Ajwain (sometimes translated as Ajowan) was initially known for its pungent nature and used as a spice. In Ayurvedic medicine, its primary use is that of an anti-tussive or an expectorant. Additionally, the Ajwain fruit has anti-flatulent properties as well as anti-arthritic effects. It is also known for its ability to assist in digestion. [6] While it mollifies the vata and kapha doshas, it also stimulates the pitta dosha. Its rasa, or taste, has been classified as Katu (pungent) and Tikta (bitter). Ajwain is also thought to have a heating effect on the mind/body. [1]


3-6 g powder, 126 mg extract. [2]



Often used as a spice, C. copticum is known in modern medicine for its bronchodilatory effects, and has been used in the treatment of asthma. In one study, researchers compared the effects of an extract of the herb with both placebo and theophylline in treating asthmatic patients. By measuring the pulmonary functional tests (PFT) of the subjects at regular intervals, the researchers were able to conclude that C. copticum was as effective as the theophylline and more effective than the placebo. [7] 

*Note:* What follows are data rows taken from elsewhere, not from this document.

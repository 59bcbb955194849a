package eiv

import (
	"fmt"
	"math"

	"gonum.org/v1/gonum/stat/distuv"
)

// Scaling says how York's intervals use the goodness of fit.
type Scaling int

const (
	// ScaleBirge (the default) widens the interval by √MSWD when MSWD > 1
	// and never narrows it: half-width t(n−2)·SE·max(1, √MSWD).
	ScaleBirge Scaling = iota
	// ScaleNever trusts the stated uncertainties: half-width z·SE.
	ScaleNever
	// ScaleAlways lets the scatter set the size: half-width t(n−2)·SE·√MSWD.
	ScaleAlways
)

// YorkOptions are the settings of York. A nil *YorkOptions means the defaults.
type YorkOptions struct {
	Options
	// Tol is the relative slope change at which the iteration stops.
	// Zero means 1e-15.
	Tol float64
	// MaxIter caps the iterations. Zero means 1000.
	MaxIter int
	// Scaling chooses how the interval uses MSWD. The zero value is ScaleBirge.
	Scaling Scaling
	// Jackknife, when set, adds leave-one-out standard errors (n refits;
	// skipped with a warning when n > JackknifeMaxN).
	Jackknife bool
	// JackknifeMaxN bounds the jackknife's cost. Zero means 5000.
	JackknifeMaxN int
}

// York fits y = a + b·x to points with per-point standard uncertainties
// sx, sy and error correlations r (nil means 0) by the method of York,
// Evensen, López Martínez & De Basabe Delgado (2004, Am. J. Phys. 72:367),
// iterating
//
//	W_i = 1/(σy_i² + b²·σx_i² − 2·b·r_i·σx_i·σy_i)
//	X̄ = ΣW·X/ΣW,  Ȳ = ΣW·Y/ΣW,  U = X − X̄,  V = Y − Ȳ
//	β_i = W_i·[U_i·σy_i² + b·V_i·σx_i² − (b·U_i + V_i)·r_i·σx_i·σy_i]
//	b = ΣW·β·V / ΣW·β·U,  a = Ȳ − b·X̄
//
// (their Section III written with σ instead of ω = 1/σ², so that σx = 0
// is allowed and gives weighted least squares in y). The standard errors are
// York et al.'s, at the adjusted points x_i = X̄ + β_i, from the stated
// uncertainties alone:
//
//	σb² = 1/ΣW·(x − x̄)²,  σa² = 1/ΣW + x̄²·σb²,  cov(a, b) = −x̄·σb²
//
// SEScaled multiplies them by √MSWD with MSWD = S/(n−2), S = ΣW(Y − a − bX)².
// A point with σx = σy = 0 is an error.
func York(x, y, sx, sy, r []float64, opt *YorkOptions) (*Fit, error) {
	if opt == nil {
		opt = &YorkOptions{}
	}
	conf, err := opt.confidence()
	if err != nil {
		return nil, err
	}
	if err := checkYork(x, y, sx, sy, r); err != nil {
		return nil, err
	}
	yk := newYork(opt, len(x))
	res, err := yk.fit(x, y, sx, sy, r, math.NaN())
	if err != nil {
		return nil, err
	}
	n := len(x)
	df := n - 2
	f := &Fit{
		Method:            MethodYork,
		N:                 n,
		Confidence:        conf,
		CovSlopeIntercept: res.cov,
		Chi2:              res.s,
		DOF:               df,
		MSWD:              res.s / float64(df),
		PValue:            distuv.ChiSquared{K: float64(df)}.Survival(res.s),
		Iterations:        res.iter,
		Converged:         true,
	}
	sf := math.Sqrt(f.MSWD)
	var crit, widen float64
	var how string
	switch opt.Scaling {
	case ScaleNever:
		crit, widen, how = zQuantile(conf), 1, "normal"
	case ScaleAlways:
		crit, widen, how = tQuantile(conf, df), sf, "t, scaled by √MSWD"
	default:
		crit, widen, how = tQuantile(conf, df), math.Max(1, sf), "t, scaled by max(1, √MSWD)"
	}
	f.Slope = Estimate{Value: res.b, SE: res.seB, SEScaled: res.seB * sf,
		CI: symmetric(res.b, crit*widen*res.seB, conf, how)}
	f.Intercept = Estimate{Value: res.a, SE: res.seA, SEScaled: res.seA * sf,
		CI: symmetric(res.a, crit*widen*res.seA, conf, how)}
	if !allFinite(res.a, res.b, res.seA, res.seB, res.cov, res.s, f.PValue) {
		return nil, fmt.Errorf("%w: the values overflow double precision", ErrDegenerate)
	}
	if f.PValue < 0.05 {
		f.Warnings = append(f.Warnings, &Warning{Code: WarnScatterExceeds, Message: fmt.Sprintf(
			"york: the scatter about the line exceeds the stated uncertainties (MSWD = %.3g, p = %.2g); se_scaled is the more realistic uncertainty", f.MSWD, f.PValue)})
	}
	if opt.Jackknife {
		maxN := opt.JackknifeMaxN
		if maxN <= 0 {
			maxN = 5000
		}
		if n > maxN {
			f.Warnings = append(f.Warnings, &Warning{Code: WarnJackknifeSkipped, Message: fmt.Sprintf(
				"york: the jackknife was skipped because n = %d exceeds %d", n, maxN)})
		} else if n < 4 {
			f.Warnings = append(f.Warnings, &Warning{Code: WarnJackknifeSkipped,
				Message: "york: the jackknife needs at least 4 points"})
		} else if jk, err := yk.jackknife(x, y, sx, sy, r, res.a, res.b, tQuantile(conf, df), conf); err != nil {
			f.Warnings = append(f.Warnings, &Warning{Code: WarnJackknifeSkipped, Message: "york: no jackknife: " + trimPrefix(err.Error())})
		} else {
			f.Jackknife = jk
		}
	}
	return f, nil
}

func checkYork(x, y, sx, sy, r []float64) error {
	if err := checkXY(x, y); err != nil {
		return err
	}
	n := len(x)
	if sx == nil || sy == nil {
		return &OptionError{Option: "sx, sy", Reason: "york needs per-point uncertainties of x and y"}
	}
	if err := checkSigma(sx, n, "sx"); err != nil {
		return err
	}
	if err := checkSigma(sy, n, "sy"); err != nil {
		return err
	}
	if err := checkCorrelation(r, n); err != nil {
		return err
	}
	for i := range n {
		if sx[i] == 0 && sy[i] == 0 {
			return &PointError{Index: i, Field: "sy", Err: fmt.Errorf(
				"%w: sx and sy are both zero, which would give the point infinite weight", ErrInvalidUncertainty)}
		}
	}
	return nil
}

// york holds the settings and scratch of the York iteration.
type york struct {
	tol     float64
	maxIter int
	w       []float64
}

type yorkResult struct {
	a, b, seA, seB, cov, s float64
	iter                   int
}

func newYork(opt *YorkOptions, n int) *york {
	yk := &york{tol: 1e-15, maxIter: 1000, w: make([]float64, n)}
	if opt.Tol > 0 {
		yk.tol = opt.Tol
	}
	if opt.MaxIter > 0 {
		yk.maxIter = opt.MaxIter
	}
	return yk
}

// origin returns the unweighted means of x and y. The iteration works on
// x − x0 and y − y0, so that a large common offset in the data costs no
// precision in the centred sums (the subtraction is exact to one rounding
// and the same in every iteration).
func origin(x, y []float64) (x0, y0 float64) {
	for i := range x {
		x0 += x[i]
		y0 += y[i]
	}
	n := float64(len(x))
	return x0 / n, y0 / n
}

// weights fills w with York's W_i for slope b and returns ΣW and the
// weighted means X̄, Ȳ of the data relative to (x0, y0).
func (yk *york) weights(x, y, sx, sy, r []float64, x0, y0, b float64) (sw, mx, my float64, err error) {
	w := yk.w[:len(x)]
	var swx, swy float64
	for i := range x {
		vx, vy := sx[i]*sx[i], sy[i]*sy[i]
		d := vy + b*b*vx
		if r != nil {
			d -= 2 * b * r[i] * sx[i] * sy[i]
		}
		if !(d > 0) {
			return 0, 0, 0, &PointError{Index: i, Field: "sy", Err: fmt.Errorf(
				"%w: the point's combined variance about the line is zero", ErrDegenerate)}
		}
		wi := 1 / d
		w[i] = wi
		sw += wi
		swx += wi * (x[i] - x0)
		swy += wi * (y[i] - y0)
	}
	return sw, swx / sw, swy / sw, nil
}

// slopeLine returns only (a, b) and the iteration count; the hot path of
// the jackknife and bootstrap. b0, when not NaN, is the starting slope.
//
// The iteration stops when the relative slope change is at most Tol, or
// when it has reached the rounding floor of the data: the change is below
// 1e-12 and no longer shrinking, or the iterates cycle. Otherwise it stops
// at MaxIter with a *ConvergenceError.
func (yk *york) slopeLine(x, y, sx, sy, r []float64, b0 float64) (a, b float64, iter int, err error) {
	x0, y0 := origin(x, y)
	b = b0
	if math.IsNaN(b) {
		m := centredMoments(x, y)
		b = m.sxy / m.sxx
	}
	prev2 := math.NaN()
	change, prevChange := math.Inf(1), math.Inf(1)
	for iter = 1; iter <= yk.maxIter; iter++ {
		_, mx, my, err := yk.weights(x, y, sx, sy, r, x0, y0, b)
		if err != nil {
			return 0, 0, iter, err
		}
		w := yk.w[:len(x)]
		var num, den float64
		for i := range x {
			u, v := x[i]-x0-mx, y[i]-y0-my
			vx, vy := sx[i]*sx[i], sy[i]*sy[i]
			beta := u*vy + b*v*vx
			if r != nil {
				beta -= (b*u + v) * r[i] * sx[i] * sy[i]
			}
			beta *= w[i]
			num += w[i] * beta * v
			den += w[i] * beta * u
		}
		nb := num / den
		if !allFinite(nb) {
			return 0, 0, iter, fmt.Errorf("%w: the York iteration left the finite range", ErrDegenerate)
		}
		change = math.Abs(nb - b)
		if nb != 0 {
			change /= math.Abs(nb)
		}
		if change <= yk.tol || nb == prev2 || (change < 1e-12 && change >= prevChange) {
			return (y0 + my) - nb*(x0+mx), nb, iter, nil
		}
		prev2, b, prevChange = b, nb, change
	}
	return 0, 0, yk.maxIter, &ConvergenceError{Method: MethodYork, Iterations: yk.maxIter, Change: change}
}

// fit iterates to convergence and evaluates the standard errors and S.
func (yk *york) fit(x, y, sx, sy, r []float64, b0 float64) (yorkResult, error) {
	_, b, iter, err := yk.slopeLine(x, y, sx, sy, r, b0)
	if err != nil {
		return yorkResult{}, err
	}
	x0, y0 := origin(x, y)
	sw, mx, my, err := yk.weights(x, y, sx, sy, r, x0, y0, b)
	if err != nil {
		return yorkResult{}, err
	}
	w := yk.w[:len(x)]
	// Adjusted points x_i = X̄ + β_i (relative to x0); their weighted mean,
	// spread, and S.
	var swb, s float64
	for i := range x {
		u, v := x[i]-x0-mx, y[i]-y0-my
		beta := yorkBeta(u, v, b, sx[i], sy[i], rAt(r, i)) * w[i]
		swb += w[i] * beta
		e := v - b*u
		s += w[i] * e * e
	}
	xbar := mx + swb/sw // relative to x0
	var swuu float64
	for i := range x {
		u, v := x[i]-x0-mx, y[i]-y0-my
		beta := yorkBeta(u, v, b, sx[i], sy[i], rAt(r, i)) * w[i]
		d := mx + beta - xbar
		swuu += w[i] * d * d
	}
	xbar += x0
	varB := 1 / swuu
	varA := 1/sw + xbar*xbar*varB
	return yorkResult{a: (y0 + my) - b*(x0+mx), b: b, seA: math.Sqrt(varA), seB: math.Sqrt(varB),
		cov: -xbar * varB, s: s, iter: iter}, nil
}

func yorkBeta(u, v, b, sx, sy, r float64) float64 {
	return u*sy*sy + b*v*sx*sx - (b*u+v)*r*sx*sy
}

func rAt(r []float64, i int) float64 {
	if r == nil {
		return 0
	}
	return r[i]
}

// jackknife refits York without each point in turn, warm-started at b.
func (yk *york) jackknife(x, y, sx, sy, r []float64, a, b, t, conf float64) (*Jackknife, error) {
	n := len(x)
	buf := make([]float64, 5*(n-1))
	bx, by, bsx, bsy, br := buf[:n-1], buf[n-1:2*(n-1)], buf[2*(n-1):3*(n-1)], buf[3*(n-1):4*(n-1)], buf[4*(n-1):]
	if r == nil {
		br = nil
	}
	as := make([]float64, n)
	bs := make([]float64, n)
	drop := func(dst, src []float64, i int) {
		copy(dst, src[:i])
		copy(dst[i:], src[i+1:])
	}
	for i := range n {
		drop(bx, x, i)
		drop(by, y, i)
		drop(bsx, sx, i)
		drop(bsy, sy, i)
		if r != nil {
			drop(br, r, i)
		}
		ai, bi, _, err := yk.slopeLine(bx, by, bsx, bsy, br, b)
		if err != nil {
			return nil, fmt.Errorf("eiv: york jackknife without point %d: %w", i+1, err)
		}
		as[i], bs[i] = ai, bi
	}
	return jackknifeSummary(a, b, as, bs, t, conf), nil
}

The anti-tussive properties of C. copticum have been reported in pre-clinical settings. One animal study suggested that C. copticum was more powerful than Codeine in this respect and that these properties were not related to carvracol, a constituent of C. copticum previously thought to be responsible for its anti-tussive properties. [8] 

Other pre-clinical studies have indicated that C. copticum may have antihypertensive effects as well as analgesic properties as it has been identified as an opiod. [9][10] C. copticum may also possess some anti-diabetic properties. 


No documentation.

Interaction and Depletions

Interaction with other Herbs

No documentation.

Interaction with Drugs

Based on pharmacology, Ajwain may interfere with diabetic therapy and with medications for hyper and hypotension. [8]

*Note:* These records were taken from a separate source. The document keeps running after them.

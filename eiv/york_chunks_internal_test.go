package eiv

import (
	"errors"
	"testing"
)

// chunkedSum reports the error of the first chunk that has one, with the
// point's index made absolute, whatever order the chunks finish in.
func TestChunkedSumFirstError(t *testing.T) {
	const n = 10*yorkChunk + 5
	bad := []int{7*yorkChunk + 3, 3*yorkChunk + 11, 9 * yorkChunk}
	for range 20 {
		_, err := chunkedSum(n, func(lo, hi int) (int, error) {
			for _, b := range bad {
				if b >= lo && b < hi {
					return 0, &PointError{Index: b - lo, Field: "sy", Err: ErrDegenerate}
				}
			}
			return hi - lo, nil
		}, func(a, b int) int { return a + b })
		var pe *PointError
		if !errors.As(err, &pe) || pe.Index != 3*yorkChunk+11 {
			t.Fatalf("got %v, want the point at %d", err, 3*yorkChunk+11)
		}
	}
	total, err := chunkedSum(n, func(lo, hi int) (int, error) { return hi - lo, nil }, func(a, b int) int { return a + b })
	if err != nil || total != n {
		t.Fatalf("chunks cover %d of %d points (%v)", total, n, err)
	}
}
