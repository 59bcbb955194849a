// Package eiv fits straight lines y = a + b·x when both x and y are
// measured with error.
//
// Ordinary least squares (OLS) treats x as exact. When x carries error the
// OLS slope is biased toward zero by the reliability ratio
//
//	κ = var(true x) / var(observed x) = 1 − var(x error)/var(observed x)
//
// (regression dilution), the intercept shifts to compensate, and the bias
// of y against x at any level is mis-stated. The estimators here model the
// error in both axes:
//
//   - OLS: y on x, the comparison baseline (NIST StRD accuracy).
//   - Deming: a known ratio λ = var(y error)/var(x error) of constant error
//     variances; closed form. λ = 1 is orthogonal regression.
//   - WeightedDeming: errors proportional to the level (constant
//     coefficients of variation), by Linnet's iterative reweighting.
//   - York: per-point standard uncertainties σx, σy and error correlations
//     r, by York et al. (2004); σx = 0 gives weighted least squares in y.
//
// Each estimator takes data slices and an options pointer (nil means the
// documented defaults) and returns a *Fit whose fields document their
// units and standard-error basis. Bad data is an error (see ErrTooFewPoints,
// *PointError, *ConvergenceError), never a panic and never a NaN.
//
// Uncertainty comes three ways: each method's analytic standard errors; the
// jackknife (leave-one-out; Linnet 1990); and Bootstrap, which refits any
// set of Estimators on the same resamples (pairs or parametric), in
// parallel and reproducibly from one seed, and summarises any Statistic of
// the lines with percentile and BCa intervals (Efron 1987). CompareOLS
// turns paired fits into the OLS bias: the differences of slope and
// intercept with intervals, the reliability ratio, the bias at decision
// levels, and a sentence.
//
// References:
//
//	Deming, W. E. (1943). Statistical Adjustment of Data. Wiley.
//	Efron, B. (1987). Better bootstrap confidence intervals. JASA 82:171–185.
//	Fuller, W. A. (1987). Measurement Error Models. Wiley. §1.3.
//	Linnet, K. (1990). Estimation of the linear relationship between the
//	  measurements of two methods with proportional errors. Stat. Med. 9:1463–1473.
//	Linnet, K. (1993). Evaluation of regression procedures for methods
//	  comparison studies. Clin. Chem. 39:424–432.
//	York, D., Evensen, N. M., López Martínez, M. & De Basabe Delgado, J.
//	  (2004). Unified equations for the slope, intercept, and standard
//	  errors of the best straight line. Am. J. Phys. 72:367–375.
//
// The package does no I/O: no HTTP, no JSON, no logging.
package eiv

Precautions and Contraindications

Side effects

No documentation.


There are no reported precautions, however as with all herbs, this herb should not be used with children or pregnant/nursing women.

Age limitation

No documentation.

Adverse reaction

No documentation.


  1. Nadkarni AK, Indian Materia Medica, Volume 1. 3rd Edition. Bombay: Popular Prakashan Pvt. Ltd;1982.692.
  2. Kapoor, LD. CRC Handbook of Ayurvedic Medicinal Plants. Boca Raton, FL: CRC Press; 1990.102.
  3. Dehghan Abkenar S, Yamini Y, Shemirani F, Assadi Y.Solid phase microextraction with gas chromatography-mass spectrometry: a very rapid method for identification of volatile organic compounds emitted by Carum copticum. Nat Prod Res. 20Jul2006 ;20(9):850-859.
  4. Gersbach PV, Reddy N. Non-invasive localization of thymol accumulation in Carum copticum (Apiaceae) fruits by chemical shift selective magnetic resonance imaging. Ann Bot (Lond). Aug2002;90(2):253-257.
  5. Ishikawa T, Sega Y, Kitajima J.Water-soluble constituents of ajowan. Chem Pharm Bull (Tokyo). Jul2001;49(7):840-844.
  6. Tahraoui A, El-Hilaly J, Israili ZH, Lyoussi B.Ethnopharmacological survey of plants used in the traditional treatment of hypertension and diabetes in south-eastern Morocco (Errachidia province). J Ethnopharmacol. 1Mar2007;110(1):105-117.
  7. Boskbady MH, Alizadeh M, Jahanbin B, Bronchodilatory effect of Carum copticum in airways of asthmatic patients. Therapie. Jan-Feb2007;62(1): 23-29.
  8. Boskabady MH, Jandaghi P, Kiani S, Hasanzadeh L., Antitussive effect of Carum copticum in guinea pigs. J Ehtnopharmacol. 10Feb2005; 97(1): 79-82.
  9. Gilani AH, Jabeen Q, Ghayur MN, Janbaz KH, Akhtar MS. Studies on the antihypertensive, antispasmodic, bronchodilator and hepatoprotective activities of the Carum copticum seed extract. J Enthopharmacol. 8Apr2005; 98(1-2): 127-135.
  10. Dashti-Rahmatabadi MH, Hejazia SH, Morshedi, A, Rafati A. The analgesic effect of Carum copticum extract and morphine on phasic pain in mice. J Ehtnopharmacol. 19Jan2007; 109(2): 226-228.